Всюду кармин – на лице, на ладонях. Под ногтями, под ногами… Разметал смерч по двору багровые клочья – был малыш Полифем, как не был. Года бедняге не сравнялось. Ликует во дворе одержимая, топчет останки сына. Гром тимпанов, визг дудок – неужели не слышите?
Не слышат. Иначе тоже в пляс пустились бы. Сгустилась над двором тишина-смола – вязкая, черная. Не смола даже – туча-гроза. Гелиос в небе с лица спал, побледнел, на землю взирая. Тень Тиринф накрыла – зябко, смутно отсюда до моря. Молчит толпа за распахнутыми настежь воротами. Топчется на улице, смотрит. Еле слышно скулит побитый пес – Спартак-фракиец, муж плясуньи. Баюкает сломанную руку, под ноги глядит. Как увидел, что мать с сыном сотворила – к жене кинулся. Прибить? Скрутить? В чувство привести?
Он и сам не знал.
Опомнился, лишь когда насилу вырвался.
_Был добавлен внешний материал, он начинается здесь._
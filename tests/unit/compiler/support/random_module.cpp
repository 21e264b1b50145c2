#include "tests/unit/compiler/support/random_module.h"

#include <algorithm>
#include <map>

namespace tarn::test {

using namespace ir;

namespace {

double uniform(std::mt19937& random, double low, double high) {
  return low + (high - low) * (static_cast<double>(random()) / 4294967296.0);
}

std::uint32_t below(std::mt19937& random, std::size_t count) { return static_cast<std::uint32_t>(random() % count); }

class Grower {
 public:
  Grower(Module& module, std::mt19937& random) : module_(module), random_(random) {
    for (const Argument argument : {Argument::s, Argument::t, Argument::w}) reals_.push_back(append(module_, ReadArgument{argument}));
    for (std::uint32_t slot = 0; slot < module_.inputs.size(); ++slot) reals_.push_back(append(module_, Input{slot}));
    for (const double number : {0.0, 1.0, 2.0, -0.75, 0.3}) reals_.push_back(append(module_, Constant{number}));
    truths_.push_back(append(module_, Binary{BinaryOp::less, reals_[0], reals_[3]}, Type::truth));
  }

  ValueId grow(int steps) {
    for (int step = 0; step < steps; ++step) add_one();
    return reals_.back();
  }

 private:
  ValueId real() {
    const std::size_t recent = std::min<std::size_t>(reals_.size(), 12);
    return reals_[reals_.size() - 1 - below(random_, recent)];
  }
  ValueId truth() { return truths_[below(random_, truths_.size())]; }

  void add_one() {
    switch (below(random_, 8)) {
      case 0:
      case 1: reals_.push_back(append(module_, Unary{static_cast<UnaryOp>(below(random_, 16)), real()})); break;
      case 2:
      case 3:
      case 4: reals_.push_back(append(module_, Binary{static_cast<BinaryOp>(below(random_, 8)), real(), real()})); break;
      case 5: add_truth(); break;
      case 6: reals_.push_back(append(module_, Select{truth(), real(), real()})); break;
      default:
        reals_.push_back(append(module_, TableRead{TableId{below(random_, module_.tables.size())}, real(),
                                                   static_cast<std::uint8_t>(below(random_, 4)), static_cast<Outside>(below(random_, 2))}));
    }
  }

  void add_truth() {
    const auto op = static_cast<BinaryOp>(8 + below(random_, 6));
    const bool logic = op >= BinaryOp::logical_and;
    const ValueId lhs = logic ? truth() : real(), rhs = logic ? truth() : real();
    truths_.push_back(append(module_, Binary{op, lhs, rhs}, Type::truth));
    if (below(random_, 3) == 0) truths_.push_back(append(module_, Unary{UnaryOp::logical_not, truth()}, Type::truth));
  }

  Module& module_;
  std::mt19937& random_;
  std::vector<ValueId> reals_, truths_;
};

}  // namespace

Table random_table(std::mt19937& random, const std::string& name, std::size_t pieces, double low, double high) {
  Table table;
  table.name = name;
  for (std::size_t j = 0; j <= pieces; ++j)
    table.knots.push_back(low + (high - low) * (static_cast<double>(j) + (j > 0 && j < pieces ? uniform(random, -0.3, 0.3) : 0)) / static_cast<double>(pieces));
  for (auto& column : table.c)
    for (std::size_t j = 0; j < pieces; ++j) column.push_back(uniform(random, -1, 1));
  return table;
}

Module random_functions(unsigned seed, std::uint32_t functions) {
  std::mt19937 random(seed);
  Module module;
  module.name = "random";
  module.inputs = {"a", "b", "c"};
  module.tables = {random_table(random, "five", 5, -1, 2), random_table(random, "one", 1, 0, 1)};
  module.sets.push_back({"coefficients", {}, false, {}});
  Grower grower(module, random);
  for (std::uint32_t k = 0; k < functions; ++k) module.sets[0].functions.push_back({"f" + std::to_string(k), grower.grow(6)});
  return module;
}

void add_random_generator(Module& module, unsigned seed, std::uint32_t bits, std::size_t words, bool real_factors) {
  std::mt19937 random(seed);
  Generator generator;
  generator.name = "G" + std::to_string(module.generators.size());
  generator.bits = bits;
  std::map<std::uint32_t, std::vector<runtime::WordTerm>> groups;
  const std::uint64_t mask = (std::uint64_t{1} << bits) - 1;
  for (std::size_t k = 0; k < words; ++k) {
    const runtime::PauliWord word{random() & mask & (random() % 3 == 0 ? ~std::uint64_t{0} : random()), random() & mask};
    const double imaginary = real_factors || random() % 2 == 0 ? 0 : uniform(random, -1, 1);
    groups[below(random, module.sets[0].functions.size())].push_back({{uniform(random, -1, 1), imaginary}, word});
  }
  for (auto& [row, terms] : groups) generator.sum.groups.push_back({row, std::move(terms)});
  module.generators.push_back(std::move(generator));
}

Module simple_coefficients(std::uint32_t rows) {
  Module module;
  module.name = "simple";
  module.sets.push_back({"coefficients", {}, false, {}});
  const ValueId s = append(module, ReadArgument{Argument::s});
  for (std::uint32_t row = 0; row < rows; ++row) {
    const ValueId offset = append(module, Constant{0.5 + row});
    module.sets[0].functions.push_back({"c" + std::to_string(row), append(module, Binary{BinaryOp::add, s, offset})});
  }
  return module;
}

}  // namespace tarn::test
Рука – плетью, половина лица – в лохмотья. Не женщина – бешеная эриния-мстительница из Аида! Только ни при чем тут был Аид Неодолимый, владыка подземного царства.
– Эвоэ, Вакх! Эвоэ!
Спартак плакал, не стыдясь.
– Мамка!
Тишина треснула гнилой тканью. Женщина не обернулась.
– Мамка!!!
– Стой!
– Сдурел?!
– Она ж тебя…
Фирей и Амфитрион вцепились в Ликия, оттаскивая дурака назад, за ворота. Толпа качнулась морской зыбью, глухо зашумела, ударила волной в берег. Печать молчания спала с людей, но говорили все равно шепотом. Будто опасались потревожить… Кого?
– И до нас добралось…
– Что теперь, соседи?
– Все теперь! Будет, как в Фивах…
– Как в Беотии!
– В Аттике!
– Неужто Ди…
– Чш-ш!
– …Косматый? У нас, в Тиринфе?!
– Так басилей[5]же…
– А что басилей? Вакху басилей не указ…
– Эвоэ, Вакх!
Женщина похотливо изогнулась, освобождаясь от рванины, еще недавно звавшейся хитоном. Пояс упал ей под ноги. Свернулся в пыли змеей – берегись, ужалит. Нагая, жена Спартака напомнила зрителям статую, ожившую по воле богов, с остатками красной глины на лице и руках. Движения вакханки дышали такой незамутненной, животной откровенностью, что толпа, большей частью состоявшая из мужчин, со вздохом качнулась вперед – и сразу, опуская взгляды, подалась назад. Сама мысль о совокуплении с этим существом вызывала у тиринфян содрогание.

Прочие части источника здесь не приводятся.